WHAT THIS TASK INVOLVES: Take every line from the listing below that includes "AddressInfo" and copy it.

==========

import { request as httpRequest, type Server } from 'node:http';
import type { AddressInfo } from 'node:net';
import request from 'supertest';
import { seedLabDemo } from '../../../../../docker-free-scripts/seed/lab-demo';
import { demoFiles } from '../../../../../docker-free-scripts/seed/lab-demo-files';
import { runCpuTask } from '../../core/cpu-pool/cpu-pool';
import { useTestApp } from '../../testing';
import { useOwnUploadFolder } from '../../testing/upload-folders';
import { MEASUREMENT_LIMITS } from './upload-measurements';

// Seeding the demo libraries in beforeAll takes seconds on a busy two-core machine.
jest.setTimeout(90_000);

// Every upload of this file goes to a temporary folder of its own, so what is left behind can be counted.
const uploads = useOwnUploadFolder();

const t = useTestApp();
let bench: { instrumentId: string; cellId: string };
let server: Server;
let port: number;

beforeAll(async () => {
  await t.db.transaction((m) => seedLabDemo(m));
  const res = await request(t.app).get('/api/lab/bench').set(await t.authFor('analyst'));
  bench = { instrumentId: res.body.instruments[0].id, cellId: res.body.cells[0].id };
  server = t.app.listen(0, '127.0.0.1');
  await new Promise((r) => server.once('listening', r));
  port = (server.address() as AddressInfo).port;
});
afterAll(async () => {
  await new Promise((r) => server.close(r));
});

const SAMPLE = 'OP-7K3M-Q9';
const good = () => demoFiles().filter((f) => f.sampleCode === SAMPLE)[0];

function upload(files: { fileName: string; text: string | Buffer }[], auth: Record<string, string>) {
  let req = request(t.app)
    .post(`/api/lab/samples/${SAMPLE}/measurements`)
    .set(auth)
    .field('instrumentId', bench.instrumentId)
    .field('cellId', bench.cellId)
    .field('cellConstantSource', 'latest-calibration')
    .field('temperatureC', '22');
  for (const f of files) req = req.attach('files', Buffer.from(f.text), f.fileName);
  return req;
}

const replicateCount = async (): Promise<number> => Number((await t.db.query(`SELECT count(*) AS n FROM replicate r JOIN sample s ON s.id = r.sample_id WHERE s.code = $1`, [SAMPLE]))[0].n);
describe('measurement uploads streamed to temporary files', () => {
  it('saves the files and leaves no temporary file behind', async () => {
    const before = await replicateCount();
    const res = await upload([good(), { ...good(), fileName: 'second.csv' }], await t.authFor('analyst'));
    expect(res.status).toBe(201);
    expect(res.body.saved).toHaveLength(2);
    // The raw file is stored byte for byte as uploaded.
    const [{ id: sampleId }] = await t.db.query(`SELECT id FROM sample WHERE code = $1`, [SAMPLE]);
    const raw = await request(t.app).get(`/api/lab/samples/${sampleId}/replicates/${res.body.saved[0].id}/file`).set(await t.authFor('analyst')).buffer(true).parse((r, cb) => {
      const chunks: Buffer[] = [];
      r.on('data', (c: Buffer) => chunks.push(c));
      r.on('end', () => cb(null, Buffer.concat(chunks)));
    });
    expect((raw.body as Buffer).toString('utf8')).toBe(good().text);
    expect(await replicateCount()).toBe(before + 2);
    await uploads.until(() => uploads.folders().length === 0, 'the upload folder is removed');
  });

  it('refuses a file over the size limit with 413 naming it, saves nothing and leaves no temporary file', async () => {
    const before = await replicateCount();
    const huge = Buffer.alloc(MEASUREMENT_LIMITS.fileSizeBytes + 1024, 'x');
    const res = await upload([good(), { fileName: 'huge.csv', text: huge }], await t.authFor('analyst'));
    expect(res.status).toBe(413);
    expect(res.body.type).toBe('urn:ohmprint:problem:file-too-large');
    expect(res.body.detail).toContain(`larger than ${MEASUREMENT_LIMITS.fileSizeBytes / 1048576} MB`);
    expect(await replicateCount()).toBe(before);
    await uploads.until(() => uploads.folders().length === 0, 'the upload folder is removed');
  });

  it('names the line and column of a NUL byte inside a file, and still saves the good file', async () => {
    const lines = good().text.split('\n');
    const dataLine = lines.findIndex((l, i) => i > 0 && /^\s*[0-9]/.test(l));
    lines[dataLine] = lines[dataLine].replace(/[;,]/, '$&\u0000');
    const res = await upload([good(), { fileName: 'nul.csv', text: lines.join('\n') }], await t.authFor('analyst'));
    expect(res.status).toBe(201);
    expect(res.body.saved).toHaveLength(1);
    expect(res.body.rejected).toEqual([expect.objectContaining({ fileName: 'nul.csv', line: dataLine + 1, problem: 'unreadable', message: expect.stringMatching(/^nul\.csv: .*line \d+/) })]);
    await uploads.until(() => uploads.folders().length === 0, 'the upload folder is removed');
  });

  it('an upload cut off mid-stream leaves no temporary file and no partial data; what was saved before stays', async () => {
    const before = await replicateCount();
    expect(before).toBeGreaterThan(0);
    const boundary = 'ohmprint-cut-off';
    const auth = await t.authFor('analyst');
    const req = httpRequest({
      host: '127.0.0.1',
      port,
      method: 'POST',
      path: `/api/lab/samples/${SAMPLE}/measurements`,
      headers: { ...auth, 'content-type': `multipart/form-data; boundary=${boundary}`, 'content-length': String(4 * 1048576) },
    });
    req.on('error', () => undefined);
    const field = (name: string, value: string) => `--${boundary}\r\nContent-Disposition: form-data; name="${name}"\r\n\r\n${value}\r\n`;
    req.write(field('instrumentId', bench.instrumentId) + field('cellId', bench.cellId) + field('cellConstantSource', 'latest-calibration') + field('temperatureC', '22'));
    req.write(`--${boundary}\r\nContent-Disposition: form-data; name="files"; filename="whole.csv"\r\n\r\n${good().text}\r\n`);
    req.write(`--${boundary}\r\nContent-Disposition: form-data; name="files"; filename="cut.csv"\r\n\r\n${good().text.slice(0, 200)}`);
    await uploads.until(() => uploads.fileCount() === 2, 'both files are being written');
    req.destroy();
    await uploads.until(() => uploads.folders().length === 0, 'the upload folder is removed after the cut');
    // Nothing of the cut-off upload was stored, not even its complete first file, and nothing earlier was lost.
    await new Promise((r) => setTimeout(r, 300));
    expect(await replicateCount()).toBe(before);
  });

  it('two uploads of one lab at once both save, and leave nothing behind', async () => {
    const before = await replicateCount();
    const auth = await t.authFor('analyst');
    const [a, b] = await Promise.all([upload([good()], auth), upload([{ ...good(), fileName: 'b.csv' }, { ...good(), fileName: 'c.csv' }], auth)]);
    expect([a.status, b.status]).toEqual([201, 201]);
    const numbers = [...a.body.saved, ...b.body.saved].map((r: { replicateNumber: number }) => r.replicateNumber).sort((x: number, y: number) => x - y);
    expect(new Set(numbers).size).toBe(3);
    expect(await replicateCount()).toBe(before + 3);
    await uploads.until(() => uploads.folders().length === 0, 'the upload folders are removed');
  });

  it('holds no database transaction open while its files wait for, and run in, the worker pool', async () => {
    // Keep the pool busy so the upload's files wait their turn; meanwhile look for open transactions.
    const busy = Array.from({ length: 10 }, () => runCpuTask('hashPassword', { password: 'keep the pool busy', cost: 12 }));
    const uploading = upload([good(), { ...good(), fileName: 'queued.csv' }], await t.authFor('analyst'));
    const done = uploading.then((r) => r);
    const idleInTransaction: number[] = [];
    const poolBusy = Promise.all(busy);
    let poolDone = false;
    void poolBusy.finally(() => (poolDone = true));
    while (!poolDone) {
      const [{ n }] = await t.db.query(`SELECT count(*)::int AS n FROM pg_stat_activity WHERE datname = current_database() AND state = 'idle in transaction' AND now() - xact_start > interval '1 second' AND pid <> pg_backend_pid()`);
      idleInTransaction.push(n);
      await new Promise((r) => setTimeout(r, 20));
    }
    expect(idleInTransaction.length).toBeGreaterThan(5);
    expect(Math.max(...idleInTransaction)).toBe(0);
    expect((await done).status).toBe(201);
  });
});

==========

THE COMPLETED TASK:
import type { AddressInfo } from 'node:net';
  port = (server.address() as AddressInfo).port;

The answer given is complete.